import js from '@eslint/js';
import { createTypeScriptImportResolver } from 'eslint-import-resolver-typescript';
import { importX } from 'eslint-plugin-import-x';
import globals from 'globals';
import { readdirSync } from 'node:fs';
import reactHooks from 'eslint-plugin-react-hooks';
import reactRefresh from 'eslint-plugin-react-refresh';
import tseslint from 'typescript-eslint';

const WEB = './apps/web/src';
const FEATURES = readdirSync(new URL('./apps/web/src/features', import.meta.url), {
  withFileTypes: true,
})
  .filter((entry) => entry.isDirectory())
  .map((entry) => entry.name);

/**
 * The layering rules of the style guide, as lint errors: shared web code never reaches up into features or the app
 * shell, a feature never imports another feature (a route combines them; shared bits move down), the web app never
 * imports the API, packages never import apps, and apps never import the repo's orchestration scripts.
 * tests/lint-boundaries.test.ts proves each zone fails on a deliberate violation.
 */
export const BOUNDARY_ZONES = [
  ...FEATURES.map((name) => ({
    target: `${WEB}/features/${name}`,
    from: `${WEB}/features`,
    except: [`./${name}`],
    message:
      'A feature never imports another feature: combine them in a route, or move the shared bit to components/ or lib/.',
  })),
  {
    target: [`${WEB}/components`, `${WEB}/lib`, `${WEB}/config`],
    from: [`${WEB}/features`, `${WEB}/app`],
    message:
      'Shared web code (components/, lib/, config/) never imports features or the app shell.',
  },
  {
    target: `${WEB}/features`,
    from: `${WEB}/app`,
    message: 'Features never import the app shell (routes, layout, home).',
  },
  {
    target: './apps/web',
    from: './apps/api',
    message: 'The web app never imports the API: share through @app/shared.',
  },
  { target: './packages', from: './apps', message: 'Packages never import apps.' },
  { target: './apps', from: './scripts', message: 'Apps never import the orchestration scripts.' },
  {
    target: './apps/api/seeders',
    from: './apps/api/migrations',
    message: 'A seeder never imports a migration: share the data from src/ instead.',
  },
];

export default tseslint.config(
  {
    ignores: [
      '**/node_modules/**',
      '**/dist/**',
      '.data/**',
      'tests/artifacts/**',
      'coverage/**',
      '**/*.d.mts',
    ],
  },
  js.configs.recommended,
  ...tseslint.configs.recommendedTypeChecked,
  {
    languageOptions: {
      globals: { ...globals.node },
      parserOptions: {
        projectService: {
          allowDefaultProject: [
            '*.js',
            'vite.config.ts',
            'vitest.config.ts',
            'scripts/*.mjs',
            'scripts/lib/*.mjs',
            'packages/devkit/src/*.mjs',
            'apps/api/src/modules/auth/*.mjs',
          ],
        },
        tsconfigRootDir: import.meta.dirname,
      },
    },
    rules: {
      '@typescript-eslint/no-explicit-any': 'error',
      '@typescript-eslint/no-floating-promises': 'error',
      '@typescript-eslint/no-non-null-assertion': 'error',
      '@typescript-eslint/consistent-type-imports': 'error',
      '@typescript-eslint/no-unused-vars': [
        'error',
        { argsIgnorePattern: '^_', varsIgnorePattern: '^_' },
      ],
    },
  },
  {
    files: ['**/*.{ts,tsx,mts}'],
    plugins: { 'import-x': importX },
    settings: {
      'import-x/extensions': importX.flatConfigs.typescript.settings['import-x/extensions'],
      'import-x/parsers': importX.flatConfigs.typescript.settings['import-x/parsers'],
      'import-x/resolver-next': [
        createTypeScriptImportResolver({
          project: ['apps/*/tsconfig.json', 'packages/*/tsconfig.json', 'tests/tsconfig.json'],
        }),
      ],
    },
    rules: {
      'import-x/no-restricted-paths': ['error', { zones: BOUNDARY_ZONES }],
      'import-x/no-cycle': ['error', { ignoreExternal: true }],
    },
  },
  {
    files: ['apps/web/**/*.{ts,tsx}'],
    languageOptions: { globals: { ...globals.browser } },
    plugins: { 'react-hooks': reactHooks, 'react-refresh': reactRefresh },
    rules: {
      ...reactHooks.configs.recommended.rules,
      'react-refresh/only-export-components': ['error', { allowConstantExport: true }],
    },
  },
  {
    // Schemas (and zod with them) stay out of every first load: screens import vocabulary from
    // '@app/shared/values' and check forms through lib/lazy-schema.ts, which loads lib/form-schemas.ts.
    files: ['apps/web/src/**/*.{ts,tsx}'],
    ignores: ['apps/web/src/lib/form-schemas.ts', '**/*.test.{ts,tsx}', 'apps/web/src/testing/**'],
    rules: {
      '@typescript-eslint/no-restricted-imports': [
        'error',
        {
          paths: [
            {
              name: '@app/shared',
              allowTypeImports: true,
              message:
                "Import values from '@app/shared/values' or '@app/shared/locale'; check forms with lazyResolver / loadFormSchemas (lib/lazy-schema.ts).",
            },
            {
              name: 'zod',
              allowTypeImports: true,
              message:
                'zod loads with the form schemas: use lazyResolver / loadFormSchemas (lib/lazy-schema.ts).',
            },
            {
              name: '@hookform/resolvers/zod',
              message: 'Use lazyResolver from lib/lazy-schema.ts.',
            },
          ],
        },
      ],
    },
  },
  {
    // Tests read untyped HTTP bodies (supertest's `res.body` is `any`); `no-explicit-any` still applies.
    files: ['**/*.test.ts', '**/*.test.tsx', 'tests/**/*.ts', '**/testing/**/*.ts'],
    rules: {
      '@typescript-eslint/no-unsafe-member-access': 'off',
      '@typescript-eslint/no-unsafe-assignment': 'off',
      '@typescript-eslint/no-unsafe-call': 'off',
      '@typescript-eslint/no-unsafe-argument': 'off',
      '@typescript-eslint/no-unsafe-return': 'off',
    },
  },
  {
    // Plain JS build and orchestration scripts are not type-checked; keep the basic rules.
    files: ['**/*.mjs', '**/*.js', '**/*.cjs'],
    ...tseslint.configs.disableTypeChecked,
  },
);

.....

- Description of the task: Each entry above needs to be duplicated exactly.

- Response:
import js from '@eslint/js';
import { createTypeScriptImportResolver } from 'eslint-import-resolver-typescript';
import { importX } from 'eslint-plugin-import-x';
import globals from 'globals';
import { readdirSync } from 'node:fs';
import reactHooks from 'eslint-plugin-react-hooks';
import reactRefresh from 'eslint-plugin-react-refresh';
import tseslint from 'typescript-eslint';

const WEB = './apps/web/src';
const FEATURES = readdirSync(new URL('./apps/web/src/features', import.meta.url), {
  withFileTypes: true,
})
  .filter((entry) => entry.isDirectory())
  .map((entry) => entry.name);

/**
 * The layering rules of the style guide, as lint errors: shared web code never reaches up into features or the app
 * shell, a feature never imports another feature (a route combines them; shared bits move down), the web app never
 * imports the API, packages never import apps, and apps never import the repo's orchestration scripts.
 * tests/lint-boundaries.test.ts proves each zone fails on a deliberate violation.
 */
export const BOUNDARY_ZONES = [
  ...FEATURES.map((name) => ({
    target: `${WEB}/features/${name}`,
    from: `${WEB}/features`,
    except: [`./${name}`],
    message:
      'A feature never imports another feature: combine them in a route, or move the shared bit to components/ or lib/.',
  })),
  {
    target: [`${WEB}/components`, `${WEB}/lib`, `${WEB}/config`],
    from: [`${WEB}/features`, `${WEB}/app`],
    message:
      'Shared web code (components/, lib/, config/) never imports features or the app shell.',
  },
  {
    target: `${WEB}/features`,
    from: `${WEB}/app`,
    message: 'Features never import the app shell (routes, layout, home).',
  },
  {
    target: './apps/web',
    from: './apps/api',
    message: 'The web app never imports the API: share through @app/shared.',
  },
  { target: './packages', from: './apps', message: 'Packages never import apps.' },
  { target: './apps', from: './scripts', message: 'Apps never import the orchestration scripts.' },
  {
    target: './apps/api/seeders',
    from: './apps/api/migrations',
    message: 'A seeder never imports a migration: share the data from src/ instead.',
  },
];

export default tseslint.config(
  {
    ignores: [
      '**/node_modules/**',
      '**/dist/**',
      '.data/**',
      'tests/artifacts/**',
      'coverage/**',
      '**/*.d.mts',
    ],
  },
  js.configs.recommended,
  ...tseslint.configs.recommendedTypeChecked,
  {
    languageOptions: {
      globals: { ...globals.node },
      parserOptions: {
        projectService: {
          allowDefaultProject: [
            '*.js',
            'vite.config.ts',
            'vitest.config.ts',
            'scripts/*.mjs',
            'scripts/lib/*.mjs',
            'packages/devkit/src/*.mjs',
            'apps/api/src/modules/auth/*.mjs',
          ],
        },
        tsconfigRootDir: import.meta.dirname,
      },
    },
    rules: {
      '@typescript-eslint/no-explicit-any': 'error',
      '@typescript-eslint/no-floating-promises': 'error',
      '@typescript-eslint/no-non-null-assertion': 'error',
      '@typescript-eslint/consistent-type-imports': 'error',
      '@typescript-eslint/no-unused-vars': [
        'error',
        { argsIgnorePattern: '^_', varsIgnorePattern: '^_' },
      ],
    },
  },
  {
    files: ['**/*.{ts,tsx,mts}'],
    plugins: { 'import-x': importX },
    settings: {
      'import-x/extensions': importX.flatConfigs.typescript.settings['import-x/extensions'],
      'import-x/parsers': importX.flatConfigs.typescript.settings['import-x/parsers'],
      'import-x/resolver-next': [
        createTypeScriptImportResolver({
          project: ['apps/*/tsconfig.json', 'packages/*/tsconfig.json', 'tests/tsconfig.json'],
        }),
      ],
    },
    rules: {
      'import-x/no-restricted-paths': ['error', { zones: BOUNDARY_ZONES }],
      'import-x/no-cycle': ['error', { ignoreExternal: true }],
    },
  },
  {
    files: ['apps/web/**/*.{ts,tsx}'],
    languageOptions: { globals: { ...globals.browser } },
    plugins: { 'react-hooks': reactHooks, 'react-refresh': reactRefresh },
    rules: {
      ...reactHooks.configs.recommended.rules,
      'react-refresh/only-export-components': ['error', { allowConstantExport: true }],
    },
  },
  {
    // Schemas (and zod with them) stay out of every first load: screens import vocabulary from
    // '@app/shared/values' and check forms through lib/lazy-schema.ts, which loads lib/form-schemas.ts.
    files: ['apps/web/src/**/*.{ts,tsx}'],
    ignores: ['apps/web/src/lib/form-schemas.ts', '**/*.test.{ts,tsx}', 'apps/web/src/testing/**'],
    rules: {
      '@typescript-eslint/no-restricted-imports': [
        'error',
        {
          paths: [
            {
              name: '@app/shared',
              allowTypeImports: true,
              message:
                "Import values from '@app/shared/values' or '@app/shared/locale'; check forms with lazyResolver / loadFormSchemas (lib/lazy-schema.ts).",
            },
            {
              name: 'zod',
              allowTypeImports: true,
              message:
                'zod loads with the form schemas: use lazyResolver / loadFormSchemas (lib/lazy-schema.ts).',
            },
            {
              name: '@hookform/resolvers/zod',
              message: 'Use lazyResolver from lib/lazy-schema.ts.',
            },
          ],
        },
      ],
    },
  },
  {
    // Tests read untyped HTTP bodies (supertest's `res.body` is `any`); `no-explicit-any` still applies.
    files: ['**/*.test.ts', '**/*.test.tsx', 'tests/**/*.ts', '**/testing/**/*.ts'],
    rules: {
      '@typescript-eslint/no-unsafe-member-access': 'off',
      '@typescript-eslint/no-unsafe-assignment': 'off',
      '@typescript-eslint/no-unsafe-call': 'off',
      '@typescript-eslint/no-unsafe-argument': 'off',
      '@typescript-eslint/no-unsafe-return': 'off',
    },
  },
  {
    // Plain JS build and orchestration scripts are not type-checked; keep the basic rules.
    files: ['**/*.mjs', '**/*.js', '**/*.cjs'],
    ...tseslint.configs.disableTypeChecked,
  },
);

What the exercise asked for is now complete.